package demo

import (
	"fmt"
	"math/rand/v2"
	"time"
)

// The region is an island in a part of the Pacific that has none. Names and
// codes are made up and checked against a list of the world's towns; the two
// characters of a network code are no claim to a registered one.
const regionName = "Quorvane"

// event is an invented earthquake. Coordinates have three decimals, magnitudes
// one and depths none, so that every format states the same.
type event struct {
	name      string
	origin    time.Time // UTC, whole seconds
	latitude  float64   // degrees north
	longitude float64   // degrees east
	depthKM   float64
	magnitude float64 // moment magnitude
	stressPa  float64 // stress drop
}

// code names an event by its origin time, as formats without an event id do.
func (e *event) code() string { return e.origin.Format("20060102T150405") }

// station is an invented recording site.
type station struct {
	network    *network
	code       string
	name       string
	latitude   float64 // degrees north
	longitude  float64 // degrees east
	elevationM float64
	vs30       float64 // m/s
	kappaS     float64
	rateHz     int
	// second is a further place of instruments at the station, if any.
	second place
}

// place is where at a station the instruments stand.
type place int

const (
	nowhere place = iota
	surface
	roof
	borehole
)

// network is an invented operator, which writes one format.
type network struct {
	code, name string
	format     string // in words
	folder     string
	newCode    func(n int) string // the code of a generated station, n < 1000
	byFile     bool               // the format has no room for codes of event and station
	// pattern is that of the names of a station's files, with %s for its code,
	// where the format has room for codes, but not for the network's.
	pattern string
	encode  func(*record) []file
}

var networks = [...]network{
	{"Q1", "Quorvane Works Programme", "California V2 text, three channels to a file", "q1-california-v2",
		func(n int) string { return fmt.Sprint(72000 + n) }, false, "*_%s*.V2", encodeV2},
	{"Q2", "Culmarra Province Network", "COSMOS V2c text, three channels to a file", "q2-cosmos",
		func(n int) string { return fmt.Sprintf("CP%03d", n) }, false, "", encodeCOSMOS},
	{"Q3", "Quorvane Ground Array", "K-NET ASCII, raw counts of one component to a file", "q3-knet",
		func(n int) string { return fmt.Sprintf("QVB%03d", n) }, false, "%s*", encodeKNET},
	{"Q4", "Sorvath University Array", "AT2 text in g, one component to a file", "q4-at2",
		func(n int) string { return fmt.Sprintf("SVX%03d", n) }, true, "", encodeAT2},
	{"Q5", "Ythmere Volunteer Network", "CSV with a time column, one component to a file", "q5-plain",
		func(n int) string { return fmt.Sprintf("YVX%03d", n) }, true, "", encodePlain},
}

// builtInStations returns the stations with names of their own, the networks in
// turn so that any five in a row show all formats.
func builtInStations() []station {
	q := func(i int) *network { return &networks[i-1] }
	return []station{
		{q(1), "71011", "Kellowane - Harbour Yard", 37.812, 169.948, 6, 240, 0.045, 50, nowhere},
		{q(2), "CULM", "Culmarra Observatory", 38.204, 170.318, 212, 640, 0.035, 200, nowhere},
		{q(3), "QVA001", "Marrendine", 38.047, 170.622, 38, 410, 0.040, 100, nowhere},
		{q(4), "SVA1", "Sorvath Campus", 37.936, 170.871, 74, 520, 0.040, 200, nowhere},
		{q(5), "YVA1", "Ythmere Quay", 38.391, 170.057, 4, 200, 0.050, 50, nowhere},
		{q(1), "71013", "Hesperlin - School", 38.118, 170.096, 51, 360, 0.040, 100, roof},
		{q(2), "JORV", "Jorvessa Reservoir", 38.466, 170.544, 340, 820, 0.030, 200, nowhere},
		{q(3), "QVAH02", "Murvane", 38.285, 170.803, 167, 730, 0.030, 100, borehole},
		{q(4), "SVA2", "Ellowick", 37.741, 170.402, 29, 310, 0.045, 100, nowhere},
		{q(5), "YVA2", "Druvenby Mill", 38.179, 171.106, 18, 280, 0.045, 100, nowhere},
		{q(1), "71027", "Vantrosk - River Bridge", 38.322, 169.781, 12, 270, 0.045, 50, nowhere},
		{q(2), "ONDE", "Ondelmar", 37.887, 171.224, 95, 560, 0.035, 100, nowhere},
		{q(3), "QVA003", "Fennaruk", 38.573, 170.201, 55, 470, 0.040, 100, nowhere},
		{q(4), "SVA3", "Garvethal Quarry", 38.098, 170.437, 388, 900, 0.030, 100, nowhere},
		{q(5), "YVA3", "Wythorla Farm", 37.668, 170.713, 41, 340, 0.045, 50, nowhere},
		{q(1), "71032", "Gorlune - Town Hall", 37.979, 170.249, 63, 430, 0.040, 50, nowhere},
		{q(2), "TOLV", "Tolvenna Signal Box", 38.512, 170.926, 22, 330, 0.045, 100, nowhere},
		{q(3), "QVA004", "Skarvell", 37.829, 170.588, 9, 230, 0.050, 100, nowhere},
		{q(4), "SVA4", "Zarnewick", 38.407, 171.287, 130, 680, 0.035, 100, nowhere},
		{q(5), "YVA4", "Lomberesk", 37.704, 170.136, 77, 590, 0.035, 50, nowhere},
	}
}

// builtInEvents returns the earthquakes with names of their own.
func builtInEvents() []event {
	at := func(y int, m time.Month, d, hour, minute, second int) time.Time {
		return time.Date(y, m, d, hour, minute, second, 0, time.UTC)
	}
	return []event{
		{"Feldrassa", at(2012, 5, 4, 10, 15, 32), 38.081, 170.353, 12, 6.1, 7.5e6},
		{"Brenvaul", at(2013, 2, 17, 22, 48, 9), 38.367, 170.688, 9, 5.3, 6.0e6},
		{"Ostrick", at(2014, 8, 30, 3, 2, 51), 37.624, 169.893, 21, 6.6, 9.0e6},
		{"Tamsel", at(2014, 8, 30, 19, 37, 14), 37.651, 169.941, 17, 5.0, 5.0e6},
		{"Hollumbra", at(2015, 11, 12, 6, 20, 45), 38.244, 170.961, 14, 5.8, 11.0e6},
		{"Ixendale", at(2016, 3, 26, 14, 55, 3), 38.609, 169.712, 28, 6.4, 8.0e6},
		{"Kaltrune", at(2017, 7, 8, 0, 11, 27), 37.902, 170.774, 7, 5.5, 6.5e6},
		{"Nethrosk", at(2018, 1, 21, 17, 29, 58), 38.152, 169.466, 19, 7.2, 8.5e6},
		{"Rostwyn", at(2018, 1, 23, 8, 44, 36), 38.201, 169.572, 16, 5.6, 7.0e6},
		{"Ullembry", at(2020, 10, 5, 12, 6, 19), 38.478, 171.133, 35, 6.0, 10.0e6},
		{"Vorhazel", at(2021, 12, 14, 21, 33, 40), 37.793, 171.352, 24, 6.9, 9.5e6},
		{"Auldrane", at(2023, 6, 9, 4, 50, 22), 38.013, 170.145, 6, 5.2, 5.5e6},
	}
}

// The random sequences drawn from one seed. Each record has its own, numbered
// from sequenceRecords on, so that records can be made in any order.
const (
	sequenceEvents = iota
	sequenceStations
	sequenceRecords
)

// generator returns the random numbers of one sequence of a seed.
func generator(seed int64, sequence uint64) *rand.Rand {
	return rand.New(rand.NewPCG(uint64(seed), sequence))
}

// events returns the first n events: those built in, then generated ones.
func events(n int, seed int64) []event {
	list := builtInEvents()
	rng := generator(seed, sequenceEvents)
	for i := len(list); i < n; i++ {
		// One a week, back in time from before those built in: no two begin in the
		// same minute.
		origin := time.Date(2012, 1, 1, 0, 0, 0, 0, time.UTC).AddDate(0, 0, -7*i)
		origin = origin.Add(time.Duration(rng.IntN(24*60*60)) * time.Second)
		list = append(list, event{
			name:      fmt.Sprintf("%s %d", regionName, i+1),
			origin:    origin,
			latitude:  between(rng, 37500, 38700) / 1000,
			longitude: between(rng, 169500, 171500) / 1000,
			depthKM:   between(rng, 6, 35),
			magnitude: between(rng, 50, 72) / 10,
			stressPa:  between(rng, 50, 110) * 1e5,
		})
	}
	return list[:n]
}

// stations returns the first n stations: those built in, then generated ones,
// the networks in turn.
func stations(n int, seed int64) []station {
	list := builtInStations()
	rng := generator(seed, sequenceStations)
	for i := len(list); i < n; i++ {
		net := &networks[i%len(networks)]
		list = append(list, station{
			network:    net,
			code:       net.newCode(i),
			name:       fmt.Sprintf("Outpost %d", i+1),
			latitude:   between(rng, 37600, 38600) / 1000,
			longitude:  between(rng, 169700, 171300) / 1000,
			elevationM: between(rng, 3, 400),
			vs30:       10 * between(rng, 20, 90),
			kappaS:     0.04,
			rateHz:     100,
		})
	}
	return list[:n]
}

// between returns a whole number in [low, high].
func between(rng *rand.Rand, low, high int) float64 {
	return float64(low + rng.IntN(high-low+1))
}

☆ ☆ ☆ ☆ ☆

Scan the listing above for the word "Ythmere" and show each line where it is found.

	{"Q5", "Ythmere Volunteer Network", "CSV with a time column, one component to a file", "q5-plain",
		{q(5), "YVA1", "Ythmere Quay", 38.391, 170.057, 4, 200, 0.050, 50, nowhere},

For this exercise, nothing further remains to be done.